* _WHAT THE TASK ASKS_: Repeat the whole listing, keeping each line as it is.

——

"""Registered algorithm: mineral-system affinity factors and scores per cell."""

from __future__ import annotations

from collections.abc import Mapping

import numpy as np

from geomelt.algorithms.base import Algorithm
from geomelt.layers import OutputLayer
from geomelt.parameters import GeothermalScreeningParameters, MineralScreeningParameters
from geomelt.physics.screening import (
    HEAT_SOURCE_OUTPUTS,
    MINERAL_SYSTEMS,
    heat_source_factors,
    mineral_screening,
)

__all__ = ["GEOTHERMAL_SCREENING", "MINERAL_SCREENING"]


def _inputs() -> tuple[str, ...]:
    names: list[str] = []
    for system in MINERAL_SYSTEMS:
        for factor in system.factors:
            for name in factor.inputs:
                if name not in names:
                    names.append(name)
    for name in ("setting", "magma_type"):
        if name not in names:
            names.append(name)
    return tuple(names)


def _outputs(params) -> tuple[OutputLayer, ...]:
    out = []
    for system in MINERAL_SYSTEMS:
        for factor in system.factors:
            out.append(
                OutputLayer(
                    f"{system.key}_{factor.name}_factor",
                    "1",
                    f"{system.title}: {factor.name.replace('_', ' ')} factor",
                    factor.description,
                )
            )
        out.append(
            OutputLayer(
                f"{system.key}_score",
                "1",
                f"{system.title}: affinity score",
                f"Weighted combination of the {system.title} factors (0-1): {system.association}. "
                "A screening score, not a resource estimate",
            )
        )
    return tuple(out)


def _compute(arrays: Mapping, params: MineralScreeningParameters) -> dict:
    invalid = ~np.isfinite(arrays["crustal_thickness_km"])
    fields = {k: arrays[k] for k in MINERAL_SCREENING.inputs}
    out = {}
    # One system at a time: only its float64 factors are alive, not every system's.
    for system in MINERAL_SYSTEMS:
        for name, values in mineral_screening(fields, params, (system,)).items():
            values = values.astype(np.float32)
            values[invalid] = np.nan
            out[name] = values
    return out


_REFERENCES = tuple(dict.fromkeys(ref for s in MINERAL_SYSTEMS for ref in s.references))

MINERAL_SCREENING = Algorithm(
    id="mineral_screening",
    version="1.0",
    title="Mineral-system affinity screening",
    description=(
        "Transparent factors (each its own layer) and weighted scores of the mineral systems "
        "that follow magmatic settings: porphyry Cu-Au-Mo and epithermal Au-Ag with arcs, "
        "magmatic Ni-Cu-PGE with high-degree mantle melts at plumes and rifts, granite-related "
        "Sn-W-Li with melting of thickened crust, volcanogenic massive sulfide with ridges and "
        "back-arcs. Weights and membership breakpoints are parameters."
    ),
    inputs=_inputs(),
    parameters=MineralScreeningParameters,
    outputs=_outputs,
    compute=_compute,
    references=_REFERENCES
    + (
        "An, P., Moon, W.M. & Rencz, A. (1991) Application of fuzzy set theory to integrated "
        "mineral exploration. Can. J. Explor. Geophys. 27, 1-11",
        "Bonham-Carter, G.F. (1994) Geographic Information Systems for Geoscientists. Pergamon",
    ),
    keywords=("mineral systems", "prospectivity", "screening", "fuzzy logic"),
)


# ----------------------------------------------------------------------------- geothermal
_HEAT_TITLES = {
    "heat_source_temperature_factor": (
        "Heat source: temperature factor",
        "Membership of the temperature at the screening depth: 0 at "
        "heat_source_temperature_zero_c, 1 at heat_source_temperature_full_c",
    ),
    "heat_source_direct_use_factor": (
        "Heat source: direct-use isotherm factor",
        "Membership of the direct-use isotherm depth: 1 at or above isotherm_depth_full_km, "
        "0 at or below isotherm_depth_zero_km",
    ),
    "heat_source_binary_factor": (
        "Heat source: binary-power isotherm factor",
        "Membership of the binary-power isotherm depth (same depth breakpoints)",
    ),
    "heat_source_flash_factor": (
        "Heat source: flash-steam isotherm factor",
        "Membership of the flash-steam isotherm depth (same depth breakpoints)",
    ),
    "heat_source_melt_proximity_factor": (
        "Heat source: melt proximity factor",
        "Membership of the distance to the nearest predicted melt: 1 within "
        "melt_proximity_full_km, 0 beyond melt_proximity_zero_km",
    ),
    "heat_source_crustal_melt_factor": (
        "Heat source: crustal melt factor",
        "Membership of the lower-crust melt fraction: 0 with none, 1 from "
        "heat_source_crustal_melt_full_fraction",
    ),
    "heat_source_score": (
        "Geothermal heat-source score",
        "Weighted combination of the six heat-source factors (0-1); rises with heat. A "
        "screening score, not a resource estimate",
    ),
}


def _heat_outputs(params) -> tuple[OutputLayer, ...]:
    distance = OutputLayer(
        "distance_to_melt_km",
        "km",
        "Distance to the nearest predicted melt",
        "Great-circle distance (mean-radius sphere) to the nearest cell where any melting "
        "mechanism acts; 0 on melting cells; nodata where the region has no melt",
    )
    return (distance,) + tuple(
        OutputLayer(name, "1", *_HEAT_TITLES[name]) for name in HEAT_SOURCE_OUTPUTS
    )


def _heat_compute(arrays: Mapping, params: GeothermalScreeningParameters) -> dict:
    valid = np.isfinite(arrays["crustal_thickness_km"])
    out = heat_source_factors(
        arrays["screening_temperature_c"],
        arrays["direct_use_isotherm_depth_km"],
        arrays["binary_isotherm_depth_km"],
        arrays["flash_isotherm_depth_km"],
        arrays["distance_to_melt_km"],
        arrays["crustal_melt_fraction"],
        params,
    )
    distance = np.asarray(arrays["distance_to_melt_km"], dtype=np.float32)
    out["distance_to_melt_km"] = np.where(np.isfinite(distance), distance, np.nan)
    return {k: np.where(valid, v, np.nan).astype(np.float32) for k, v in out.items()}


GEOTHERMAL_SCREENING = Algorithm(
    id="geothermal_screening",
    version="1.0",
    title="Geothermal heat-source screening",
    description=(
        "Transparent factors (each its own layer) and a weighted score of how much heat lies "
        "within drilling reach: temperature at the screening depth, depths of the direct-use, "
        "binary and flash isotherms, distance to the nearest predicted melt and crustal melt. "
        "Fuzzy memberships with user-adjustable breakpoints and weights; the score never "
        "falls as a cell gets hotter."
    ),
    inputs=(
        "crustal_thickness_km",
        "screening_temperature_c",
        "direct_use_isotherm_depth_km",
        "binary_isotherm_depth_km",
        "flash_isotherm_depth_km",
        "distance_to_melt_km",
        "crustal_melt_fraction",
    ),
    parameters=GeothermalScreeningParameters,
    outputs=_heat_outputs,
    compute=_heat_compute,
    references=(
        "Zadeh, L.A. (1965) Fuzzy sets. Information and Control 8, 338-353",
        "An, P., Moon, W.M. & Rencz, A. (1991) Application of fuzzy set theory to integrated "
        "mineral exploration. Can. J. Explor. Geophys. 27, 1-11",
        "Bonham-Carter, G.F. (1994) Geographic Information Systems for Geoscientists. Pergamon",
        "Moritz, H. (2000) Geodetic Reference System 1980. J. Geodesy 74, 128-133",
    ),
    keywords=("geothermal", "heat source", "screening", "fuzzy logic"),
)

——

* _OUTPUT BELOW_:
"""Registered algorithm: mineral-system affinity factors and scores per cell."""

from __future__ import annotations

from collections.abc import Mapping

import numpy as np

from geomelt.algorithms.base import Algorithm
from geomelt.layers import OutputLayer
from geomelt.parameters import GeothermalScreeningParameters, MineralScreeningParameters
from geomelt.physics.screening import (
    HEAT_SOURCE_OUTPUTS,
    MINERAL_SYSTEMS,
    heat_source_factors,
    mineral_screening,
)

__all__ = ["GEOTHERMAL_SCREENING", "MINERAL_SCREENING"]


def _inputs() -> tuple[str, ...]:
    names: list[str] = []
    for system in MINERAL_SYSTEMS:
        for factor in system.factors:
            for name in factor.inputs:
                if name not in names:
                    names.append(name)
    for name in ("setting", "magma_type"):
        if name not in names:
            names.append(name)
    return tuple(names)


def _outputs(params) -> tuple[OutputLayer, ...]:
    out = []
    for system in MINERAL_SYSTEMS:
        for factor in system.factors:
            out.append(
                OutputLayer(
                    f"{system.key}_{factor.name}_factor",
                    "1",
                    f"{system.title}: {factor.name.replace('_', ' ')} factor",
                    factor.description,
                )
            )
        out.append(
            OutputLayer(
                f"{system.key}_score",
                "1",
                f"{system.title}: affinity score",
                f"Weighted combination of the {system.title} factors (0-1): {system.association}. "
                "A screening score, not a resource estimate",
            )
        )
    return tuple(out)


def _compute(arrays: Mapping, params: MineralScreeningParameters) -> dict:
    invalid = ~np.isfinite(arrays["crustal_thickness_km"])
    fields = {k: arrays[k] for k in MINERAL_SCREENING.inputs}
    out = {}
    # One system at a time: only its float64 factors are alive, not every system's.
    for system in MINERAL_SYSTEMS:
        for name, values in mineral_screening(fields, params, (system,)).items():
            values = values.astype(np.float32)
            values[invalid] = np.nan
            out[name] = values
    return out


_REFERENCES = tuple(dict.fromkeys(ref for s in MINERAL_SYSTEMS for ref in s.references))

MINERAL_SCREENING = Algorithm(
    id="mineral_screening",
    version="1.0",
    title="Mineral-system affinity screening",
    description=(
        "Transparent factors (each its own layer) and weighted scores of the mineral systems "
        "that follow magmatic settings: porphyry Cu-Au-Mo and epithermal Au-Ag with arcs, "
        "magmatic Ni-Cu-PGE with high-degree mantle melts at plumes and rifts, granite-related "
        "Sn-W-Li with melting of thickened crust, volcanogenic massive sulfide with ridges and "
        "back-arcs. Weights and membership breakpoints are parameters."
    ),
    inputs=_inputs(),
    parameters=MineralScreeningParameters,
    outputs=_outputs,
    compute=_compute,
    references=_REFERENCES
    + (
        "An, P., Moon, W.M. & Rencz, A. (1991) Application of fuzzy set theory to integrated "
        "mineral exploration. Can. J. Explor. Geophys. 27, 1-11",
        "Bonham-Carter, G.F. (1994) Geographic Information Systems for Geoscientists. Pergamon",
    ),
    keywords=("mineral systems", "prospectivity", "screening", "fuzzy logic"),
)


# ----------------------------------------------------------------------------- geothermal
_HEAT_TITLES = {
    "heat_source_temperature_factor": (
        "Heat source: temperature factor",
        "Membership of the temperature at the screening depth: 0 at "
        "heat_source_temperature_zero_c, 1 at heat_source_temperature_full_c",
    ),
    "heat_source_direct_use_factor": (
        "Heat source: direct-use isotherm factor",
        "Membership of the direct-use isotherm depth: 1 at or above isotherm_depth_full_km, "
        "0 at or below isotherm_depth_zero_km",
    ),
    "heat_source_binary_factor": (
        "Heat source: binary-power isotherm factor",
        "Membership of the binary-power isotherm depth (same depth breakpoints)",
    ),
    "heat_source_flash_factor": (
        "Heat source: flash-steam isotherm factor",
        "Membership of the flash-steam isotherm depth (same depth breakpoints)",
    ),
    "heat_source_melt_proximity_factor": (
        "Heat source: melt proximity factor",
        "Membership of the distance to the nearest predicted melt: 1 within "
        "melt_proximity_full_km, 0 beyond melt_proximity_zero_km",
    ),
    "heat_source_crustal_melt_factor": (
        "Heat source: crustal melt factor",
        "Membership of the lower-crust melt fraction: 0 with none, 1 from "
        "heat_source_crustal_melt_full_fraction",
    ),
    "heat_source_score": (
        "Geothermal heat-source score",
        "Weighted combination of the six heat-source factors (0-1); rises with heat. A "
        "screening score, not a resource estimate",
    ),
}


def _heat_outputs(params) -> tuple[OutputLayer, ...]:
    distance = OutputLayer(
        "distance_to_melt_km",
        "km",
        "Distance to the nearest predicted melt",
        "Great-circle distance (mean-radius sphere) to the nearest cell where any melting "
        "mechanism acts; 0 on melting cells; nodata where the region has no melt",
    )
    return (distance,) + tuple(
        OutputLayer(name, "1", *_HEAT_TITLES[name]) for name in HEAT_SOURCE_OUTPUTS
    )


def _heat_compute(arrays: Mapping, params: GeothermalScreeningParameters) -> dict:
    valid = np.isfinite(arrays["crustal_thickness_km"])
    out = heat_source_factors(
        arrays["screening_temperature_c"],
        arrays["direct_use_isotherm_depth_km"],
        arrays["binary_isotherm_depth_km"],
        arrays["flash_isotherm_depth_km"],
        arrays["distance_to_melt_km"],
        arrays["crustal_melt_fraction"],
        params,
    )
    distance = np.asarray(arrays["distance_to_melt_km"], dtype=np.float32)
    out["distance_to_melt_km"] = np.where(np.isfinite(distance), distance, np.nan)
    return {k: np.where(valid, v, np.nan).astype(np.float32) for k, v in out.items()}


GEOTHERMAL_SCREENING = Algorithm(
    id="geothermal_screening",
    version="1.0",
    title="Geothermal heat-source screening",
    description=(
        "Transparent factors (each its own layer) and a weighted score of how much heat lies "
        "within drilling reach: temperature at the screening depth, depths of the direct-use, "
        "binary and flash isotherms, distance to the nearest predicted melt and crustal melt. "
        "Fuzzy memberships with user-adjustable breakpoints and weights; the score never "
        "falls as a cell gets hotter."
    ),
    inputs=(
        "crustal_thickness_km",
        "screening_temperature_c",
        "direct_use_isotherm_depth_km",
        "binary_isotherm_depth_km",
        "flash_isotherm_depth_km",
        "distance_to_melt_km",
        "crustal_melt_fraction",
    ),
    parameters=GeothermalScreeningParameters,
    outputs=_heat_outputs,
    compute=_heat_compute,
    references=(
        "Zadeh, L.A. (1965) Fuzzy sets. Information and Control 8, 338-353",
        "An, P., Moon, W.M. & Rencz, A. (1991) Application of fuzzy set theory to integrated "
        "mineral exploration. Can. J. Explor. Geophys. 27, 1-11",
        "Bonham-Carter, G.F. (1994) Geographic Information Systems for Geoscientists. Pergamon",
        "Moritz, H. (2000) Geodetic Reference System 1980. J. Geodesy 74, 128-133",
    ),
    keywords=("geothermal", "heat source", "screening", "fuzzy logic"),
)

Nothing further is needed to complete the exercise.